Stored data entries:
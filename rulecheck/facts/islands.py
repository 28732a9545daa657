"""Islands of nets: what parts join, and whether a ground holds their potential.

A core or an isolator between two islands leaves the far one without a ground on purpose.
"""

from collections.abc import Mapping

from rulecheck.facts.inputs import Inputs
from rulecheck.parts import Kind
from rulecheck.values import Unknown, natural_key
from rulecheck.values.record import Record

_APART = frozenset({Kind.ISOLATOR, Kind.WINDING_SET, Kind.CONTROLLER, Kind.DRIVER, Kind.OTHER})

_LEAVES = _APART | {Kind.CONNECTOR, Kind.SENSOR}
"""Kinds beyond which a potential may be fixed by what the netlist does not show."""


class Island(Record):
    """Nets joined by parts; `head` is the first of them in natural order."""

    head: str
    size: int
    grounded: bool | Unknown
    """Not known where a part that is not understood may hold it."""


def find_islands(inputs: Inputs) -> Mapping[str, Island]:
    """Every net's island. Linear in the number of pins, by union of sets."""
    above: dict[str, str] = {}

    def root(net: str) -> str:
        while above.setdefault(net, net) != net:
            above[net] = above[above[net]]
            net = above[net]
        return net

    for part in inputs.stage.parts.parts:
        nets = part.nets
        for net in nets:
            root(net)
        if part.kind not in _APART:
            for net in nets[1:]:
                above[root(net)] = root(nets[0])
    for port in inputs.stage.ports:
        for net in port.nets:
            root(net)
    for net in inputs.stage.merged:
        root(net)
    return _described(inputs, {net: root(net) for net in sorted(above, key=natural_key)})


def _described(inputs: Inputs, roots: Mapping[str, str]) -> Mapping[str, Island]:
    members: dict[str, list[str]] = {}
    for net, root in roots.items():
        members.setdefault(root, []).append(net)
    held = {roots[net] for net in inputs.grounds}
    wound = {name for core in inputs.stage.parts.cores for name in core.windings}
    for part in inputs.stage.parts.parts:
        if part.kind in _LEAVES or part.name in wound:
            held |= {roots[net] for net in part.nets}
    unclear: dict[str, Unknown] = {}
    for part in inputs.stage.parts.parts:
        if part.kind is Kind.UNKNOWN:
            for net in part.nets:
                unclear.setdefault(roots[net], part.missing("kind"))
    islands = {
        root: Island(nets[0], len(nets), root in held or unclear.get(root, False))
        for root, nets in members.items()
    }
    return {net: islands[root] for net, root in roots.items()}
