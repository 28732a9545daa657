"""Facts of networks that catch a winding's leakage: a diode into a capacitor with a resistor.

D1 SWN CLN, C3 CLN BUS, R3 CLN BUS, Q1 from SWN to PGND: when Q1 turns off, SWN rises and D1 has to
conduct from SWN into CLN; the capacitor settles where the resistor takes what the leakage brings.
"""

import math
from collections.abc import Iterator

from rulecheck.facts.facts import Bounds, Subject, Value
from rulecheck.facts.inputs import Inputs, at_least, stated_number
from rulecheck.facts.switching_times import period_of
from rulecheck.facts.terms import SubjectTerm, link, number, text, yes_no
from rulecheck.parts import Kind, Part
from rulecheck.stage import Position, Role
from rulecheck.values import Dimension, Interval, Unknown
from rulecheck.values.record import Record

V = Dimension.VOLTAGE

WINDING_CLAMP = SubjectTerm(
    "winding-clamp",
    "A diode into a capacitor with a resistor, which catches what a switch interrupts.",
    (
        text("at", "The position whose current it catches."),
        yes_no("diode-turned", "Its diode blocks just what it is to catch."),
        number("reset-voltage", V, "The voltage that its capacitor settles at."),
        number("device-peak", V, "What the position then sees at turn-off."),
        number("device-rating", V, "What the position withstands."),
        number("power", Dimension.POWER, "What its resistor turns into heat."),
        number("rated-power", Dimension.POWER, "The rated power of its resistor."),
    ),
    (link("parts", "part", "Diode, capacitor and resistor."),),
)


class _Network(Record):
    diode: Part
    capacitor: Part
    resistor: Part
    joint: str
    switched: str
    far: str
    """The capacitor's other end; all merged nets."""
    position: Position


def collect(inputs: Inputs) -> tuple[Subject, ...]:
    return tuple(_subject(inputs, network) for network in _networks(inputs))


def _networks(inputs: Inputs) -> Iterator[_Network]:
    for part in inputs.stage.parts.parts:
        if part.kind is not Kind.DIODE or inputs.stage.roles.get(part.name) is not Role.CLAMP:
            continue
        nets = [inputs.merged(net) for net in part.nets]
        for joint, switched in (nets, nets[::-1]):
            network = _network_at(inputs, part, joint, switched)
            if network is not None:
                yield network
                break


def _network_at(inputs: Inputs, diode: Part, joint: str, switched: str) -> _Network | None:
    """At the joint a capacitor and a resistor to one far net; at the other end a gated switch."""
    near = [inputs.part_by_name[name] for name in inputs.parts_at_net.get(joint, ())]
    capacitor = next((p for p in near if p.kind is Kind.CAPACITOR), None)
    resistor = next((p for p in near if p.kind is Kind.RESISTOR), None)
    position = next(
        (
            p
            for p in inputs.stage.positions
            if p.gated and switched in (p.start, p.end) and joint not in (p.start, p.end)
        ),
        None,
    )
    if capacitor is None or resistor is None or position is None:
        return None
    far = _other(inputs, capacitor, joint)
    if far == switched or _other(inputs, resistor, joint) != far:
        return None
    return _Network(diode, capacitor, resistor, joint, switched, far, position)


def _other(inputs: Inputs, part: Part, net: str) -> str:
    return next((n for n in map(inputs.merged, part.nets) if n != net), net)


def _subject(inputs: Inputs, network: _Network) -> Subject:
    position = network.position
    anode = inputs.merged(network.diode.net("anode") or "")
    # at turn-off the drain side of a position rises, its source side falls
    rises = network.switched == position.start
    reset = _reset_voltage(inputs, network)
    below = _below(inputs, network)
    capability = inputs.capabilities.positions[position.name].forward
    rated = at_least(capability.blocks_at_least, capability.blocks, capability.missing)
    values: dict[str, Value] = {
        "at": position.name,
        "diode-turned": (anode == network.switched) != rises,
        "reset-voltage": reset,
        "device-peak": _plus(reset, below),
        "device-rating": rated,
        "power": _power(network.resistor, reset),
        "rated-power": stated_number(network.resistor, "ratings.power"),
    }
    parts = (network.diode.name, network.capacitor.name, network.resistor.name)
    nets = (network.switched, network.joint, network.far)
    span, related = network.diode.span, inputs.related_spans(parts)
    links = {"parts": parts}
    return Subject("winding-clamp", network.diode.name, values, links, parts, nets, span, related)


def _below(inputs: Inputs, network: _Network) -> Value:
    """The voltage of the capacitor's far end over the position's other end, at its largest."""
    position = network.position
    rises = network.switched == position.start
    other = position.end if rises else position.start
    if network.far == other:
        return 0.0
    pair = (network.far, other) if rises else (other, network.far)
    span = inputs.voltage_between.get(pair)
    if span is None or isinstance(span, Unknown) or not span.bounded:
        return Unknown(f"voltage between {network.far} and {other}", "the voltages of the ports")
    return span.high


def _reset_voltage(inputs: Inputs, network: _Network) -> Value:
    """As the sheet says of the capacitor, else from the leakage: the resistor takes
    (L I^2 f / 2) v / (v - r) with r the voltage that the winding itself puts there.

    Texts on flyback converters (from memory); 2 uH, 2 A, 100 kHz, 200 V, 117 V give 0.9639 W.
    """
    stated = inputs.stage.stated_voltage.get(network.capacitor.name)
    if stated is not None:
        return stated.magnitude
    reflected = _reflected(inputs, network)
    leakage = _leakage(inputs, network)
    current = inputs.demands.positions[network.position.name].on_current
    period = period_of(inputs, network.position)
    ohm = network.resistor.value
    known = (leakage, period, ohm, reflected)
    missing = next((item for item in known if isinstance(item, Unknown)), None)
    if isinstance(current, Unknown) or not current.bounded:
        missing = missing or Unknown(f"current of {network.position.name}", "the ports' currents")
    if missing is not None or isinstance(current, Unknown):
        low = reflected if isinstance(reflected, float) else 0.0
        return Bounds(Interval(low, math.inf), (missing or Unknown("leakage", "leakage"),))
    henry, seconds, ohms, volts = (item for item in known if isinstance(item, float))
    energy = henry * current.magnitude**2 / (2.0 * seconds)
    return volts / 2.0 + math.sqrt(volts**2 / 4.0 + ohms * energy)


def _reflected(inputs: Inputs, network: _Network) -> Value:
    """What the position asks for without leakage, less what lies below the capacitor."""
    span = inputs.demands.positions[network.position.name].off_voltage
    below = _below(inputs, network)
    if isinstance(span, Unknown) or not span.bounded:
        return Unknown(f"off voltage of {network.position.name}", "the voltages of the ports")
    if not isinstance(below, float):
        return below
    return max(span.high - below, 0.0)


def _leakage(inputs: Inputs, network: _Network) -> Value:
    """Of the winding at the switched net; a `K` card's coefficient is no measured leakage."""
    at = inputs.parts_at_net.get(network.switched, ())
    wound = {name for t in inputs.stage.transformers for name in t.parts}
    windings = [name for name in at if name in wound]
    for name in windings:
        if name in inputs.stage.leakage:
            return inputs.stage.leakage[name]
    name = windings[0] if windings else "the winding"
    return Unknown(f"leakage of {name}", f"set: {{{name}: {{leakage: ...}}}}")


def _plus(first: Value, second: Value) -> Value:
    if isinstance(second, Unknown):
        return second
    if isinstance(first, float) and isinstance(second, float):
        return first + second
    if isinstance(first, Bounds) and isinstance(second, float):
        return Bounds(Interval(first.range.low + second, math.inf), first.missing)
    return first


def _power(resistor: Part, reset: Value) -> Value:
    ohm = resistor.value
    if isinstance(ohm, Unknown):
        return ohm
    if isinstance(reset, float):
        return reset**2 / ohm
    if isinstance(reset, Bounds):
        return Bounds(Interval(reset.range.low**2 / ohm, math.inf), reset.missing)
    return reset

__What you are asked to do__.
Among the entries above, how many lines contain the string "bounded"? Only the number should be given.

__Answer section__.
3